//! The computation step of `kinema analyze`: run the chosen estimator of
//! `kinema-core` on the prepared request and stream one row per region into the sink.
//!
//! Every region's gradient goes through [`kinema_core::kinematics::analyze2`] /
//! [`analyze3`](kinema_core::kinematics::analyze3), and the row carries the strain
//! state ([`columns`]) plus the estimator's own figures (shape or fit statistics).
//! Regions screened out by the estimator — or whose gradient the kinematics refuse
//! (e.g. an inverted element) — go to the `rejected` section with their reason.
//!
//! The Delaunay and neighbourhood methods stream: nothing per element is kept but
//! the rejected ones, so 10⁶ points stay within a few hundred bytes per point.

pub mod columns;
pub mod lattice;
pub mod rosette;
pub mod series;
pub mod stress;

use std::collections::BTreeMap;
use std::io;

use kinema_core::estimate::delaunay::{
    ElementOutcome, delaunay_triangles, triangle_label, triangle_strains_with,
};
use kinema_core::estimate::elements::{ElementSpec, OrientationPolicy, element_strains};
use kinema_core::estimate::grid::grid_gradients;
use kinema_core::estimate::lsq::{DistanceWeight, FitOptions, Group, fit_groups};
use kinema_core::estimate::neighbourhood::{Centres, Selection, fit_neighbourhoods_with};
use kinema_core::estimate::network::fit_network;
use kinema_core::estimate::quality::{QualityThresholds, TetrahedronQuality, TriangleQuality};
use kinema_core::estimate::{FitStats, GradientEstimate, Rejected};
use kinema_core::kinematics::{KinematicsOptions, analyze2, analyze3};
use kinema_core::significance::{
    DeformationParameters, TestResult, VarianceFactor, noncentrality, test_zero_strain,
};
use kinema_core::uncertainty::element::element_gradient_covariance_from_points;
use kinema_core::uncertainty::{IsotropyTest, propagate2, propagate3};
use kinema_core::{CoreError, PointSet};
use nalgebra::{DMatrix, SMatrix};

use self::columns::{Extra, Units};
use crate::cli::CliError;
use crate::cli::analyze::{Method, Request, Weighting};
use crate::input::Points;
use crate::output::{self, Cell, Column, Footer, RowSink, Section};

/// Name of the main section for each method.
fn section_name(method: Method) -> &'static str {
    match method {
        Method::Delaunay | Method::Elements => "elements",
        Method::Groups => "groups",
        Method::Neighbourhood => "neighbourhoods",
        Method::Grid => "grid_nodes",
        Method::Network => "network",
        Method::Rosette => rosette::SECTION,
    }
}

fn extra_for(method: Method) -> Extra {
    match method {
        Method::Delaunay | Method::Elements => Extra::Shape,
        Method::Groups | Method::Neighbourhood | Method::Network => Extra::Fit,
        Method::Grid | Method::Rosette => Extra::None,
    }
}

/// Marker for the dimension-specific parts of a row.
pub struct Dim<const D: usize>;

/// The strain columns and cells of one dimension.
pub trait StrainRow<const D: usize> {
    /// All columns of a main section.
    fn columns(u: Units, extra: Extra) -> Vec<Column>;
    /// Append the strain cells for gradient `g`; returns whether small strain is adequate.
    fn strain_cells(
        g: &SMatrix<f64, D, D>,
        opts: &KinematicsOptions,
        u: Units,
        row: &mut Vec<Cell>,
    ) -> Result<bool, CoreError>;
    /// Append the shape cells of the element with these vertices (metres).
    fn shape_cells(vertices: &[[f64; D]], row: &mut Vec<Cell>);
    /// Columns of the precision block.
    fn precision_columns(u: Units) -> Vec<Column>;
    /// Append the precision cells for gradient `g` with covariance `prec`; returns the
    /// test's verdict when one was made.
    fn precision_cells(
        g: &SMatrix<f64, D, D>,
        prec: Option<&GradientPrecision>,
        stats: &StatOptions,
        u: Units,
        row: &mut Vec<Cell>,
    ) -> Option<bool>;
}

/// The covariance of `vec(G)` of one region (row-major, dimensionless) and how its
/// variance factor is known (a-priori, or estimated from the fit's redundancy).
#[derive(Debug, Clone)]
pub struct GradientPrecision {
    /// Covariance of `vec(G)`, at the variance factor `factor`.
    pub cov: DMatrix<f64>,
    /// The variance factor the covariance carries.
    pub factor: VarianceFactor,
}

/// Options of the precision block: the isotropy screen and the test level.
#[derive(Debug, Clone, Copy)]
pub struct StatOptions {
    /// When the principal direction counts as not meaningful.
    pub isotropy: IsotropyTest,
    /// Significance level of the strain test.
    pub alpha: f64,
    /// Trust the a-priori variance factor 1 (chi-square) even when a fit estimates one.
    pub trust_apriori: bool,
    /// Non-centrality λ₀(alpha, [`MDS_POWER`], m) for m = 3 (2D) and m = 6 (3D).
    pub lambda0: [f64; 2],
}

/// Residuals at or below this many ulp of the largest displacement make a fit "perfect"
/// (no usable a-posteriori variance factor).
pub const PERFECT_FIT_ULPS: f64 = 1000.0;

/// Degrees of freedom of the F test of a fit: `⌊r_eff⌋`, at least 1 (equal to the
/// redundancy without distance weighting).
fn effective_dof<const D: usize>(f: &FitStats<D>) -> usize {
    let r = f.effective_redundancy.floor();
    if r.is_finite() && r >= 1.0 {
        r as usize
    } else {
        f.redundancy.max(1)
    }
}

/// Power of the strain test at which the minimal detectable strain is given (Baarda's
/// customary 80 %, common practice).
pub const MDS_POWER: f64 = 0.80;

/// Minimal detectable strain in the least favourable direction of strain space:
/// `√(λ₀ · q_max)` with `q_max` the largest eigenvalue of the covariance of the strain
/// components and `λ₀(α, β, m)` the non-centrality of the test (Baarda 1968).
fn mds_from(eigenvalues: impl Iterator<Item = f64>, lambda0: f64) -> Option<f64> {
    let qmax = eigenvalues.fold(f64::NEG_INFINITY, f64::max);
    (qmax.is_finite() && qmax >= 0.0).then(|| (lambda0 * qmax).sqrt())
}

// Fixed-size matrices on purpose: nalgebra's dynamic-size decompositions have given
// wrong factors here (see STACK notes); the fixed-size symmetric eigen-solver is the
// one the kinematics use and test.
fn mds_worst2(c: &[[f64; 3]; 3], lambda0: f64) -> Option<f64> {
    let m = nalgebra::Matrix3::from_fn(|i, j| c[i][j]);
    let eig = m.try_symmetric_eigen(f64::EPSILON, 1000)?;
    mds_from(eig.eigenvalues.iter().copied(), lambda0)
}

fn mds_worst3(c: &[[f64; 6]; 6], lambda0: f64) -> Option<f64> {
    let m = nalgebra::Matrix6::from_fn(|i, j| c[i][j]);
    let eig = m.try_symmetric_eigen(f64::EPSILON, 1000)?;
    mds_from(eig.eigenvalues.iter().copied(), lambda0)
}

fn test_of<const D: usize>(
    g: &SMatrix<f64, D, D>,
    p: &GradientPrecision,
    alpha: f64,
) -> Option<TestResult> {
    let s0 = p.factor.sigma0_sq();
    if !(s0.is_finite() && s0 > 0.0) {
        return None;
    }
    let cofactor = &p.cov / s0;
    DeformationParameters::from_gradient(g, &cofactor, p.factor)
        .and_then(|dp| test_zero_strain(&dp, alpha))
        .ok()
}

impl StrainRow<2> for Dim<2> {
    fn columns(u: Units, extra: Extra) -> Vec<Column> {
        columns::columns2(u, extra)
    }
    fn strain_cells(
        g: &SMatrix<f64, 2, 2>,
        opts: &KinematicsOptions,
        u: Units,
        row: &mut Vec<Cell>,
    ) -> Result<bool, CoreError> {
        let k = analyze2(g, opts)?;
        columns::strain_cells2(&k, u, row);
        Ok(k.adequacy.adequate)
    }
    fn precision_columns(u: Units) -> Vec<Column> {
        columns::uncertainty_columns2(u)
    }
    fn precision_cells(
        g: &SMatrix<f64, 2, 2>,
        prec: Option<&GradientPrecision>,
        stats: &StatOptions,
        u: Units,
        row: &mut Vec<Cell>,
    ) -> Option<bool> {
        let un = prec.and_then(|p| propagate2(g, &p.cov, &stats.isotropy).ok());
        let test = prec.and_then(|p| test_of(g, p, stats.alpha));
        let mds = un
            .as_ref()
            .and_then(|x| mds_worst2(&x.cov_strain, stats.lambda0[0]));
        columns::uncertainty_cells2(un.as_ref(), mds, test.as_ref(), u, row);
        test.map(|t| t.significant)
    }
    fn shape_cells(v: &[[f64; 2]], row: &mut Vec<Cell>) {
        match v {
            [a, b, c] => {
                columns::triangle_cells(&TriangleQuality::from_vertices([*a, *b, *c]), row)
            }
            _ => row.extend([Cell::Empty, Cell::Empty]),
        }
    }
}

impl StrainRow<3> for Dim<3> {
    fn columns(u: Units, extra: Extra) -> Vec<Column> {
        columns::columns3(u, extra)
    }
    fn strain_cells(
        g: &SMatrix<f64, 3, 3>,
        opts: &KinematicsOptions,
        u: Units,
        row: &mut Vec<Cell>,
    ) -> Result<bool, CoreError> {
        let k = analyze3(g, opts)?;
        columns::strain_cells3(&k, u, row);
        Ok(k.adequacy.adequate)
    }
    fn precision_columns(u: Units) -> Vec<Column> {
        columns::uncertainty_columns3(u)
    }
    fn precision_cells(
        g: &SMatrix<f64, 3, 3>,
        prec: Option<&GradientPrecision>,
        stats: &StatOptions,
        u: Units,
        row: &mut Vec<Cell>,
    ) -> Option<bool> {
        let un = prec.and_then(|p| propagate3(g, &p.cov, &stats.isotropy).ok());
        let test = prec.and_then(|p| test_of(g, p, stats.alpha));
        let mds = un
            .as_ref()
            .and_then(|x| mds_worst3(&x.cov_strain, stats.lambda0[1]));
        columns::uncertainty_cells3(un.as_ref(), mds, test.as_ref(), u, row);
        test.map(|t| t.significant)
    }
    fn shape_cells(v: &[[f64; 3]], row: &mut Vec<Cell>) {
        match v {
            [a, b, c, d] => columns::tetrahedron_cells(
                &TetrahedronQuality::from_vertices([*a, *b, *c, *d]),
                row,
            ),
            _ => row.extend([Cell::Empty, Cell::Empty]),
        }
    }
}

- **Problem statement**
Across the entries above, find the lines with the string "cofactor" and copy them.

- **Response to this task**
    let cofactor = &p.cov / s0;
    DeformationParameters::from_gradient(g, &cofactor, p.factor)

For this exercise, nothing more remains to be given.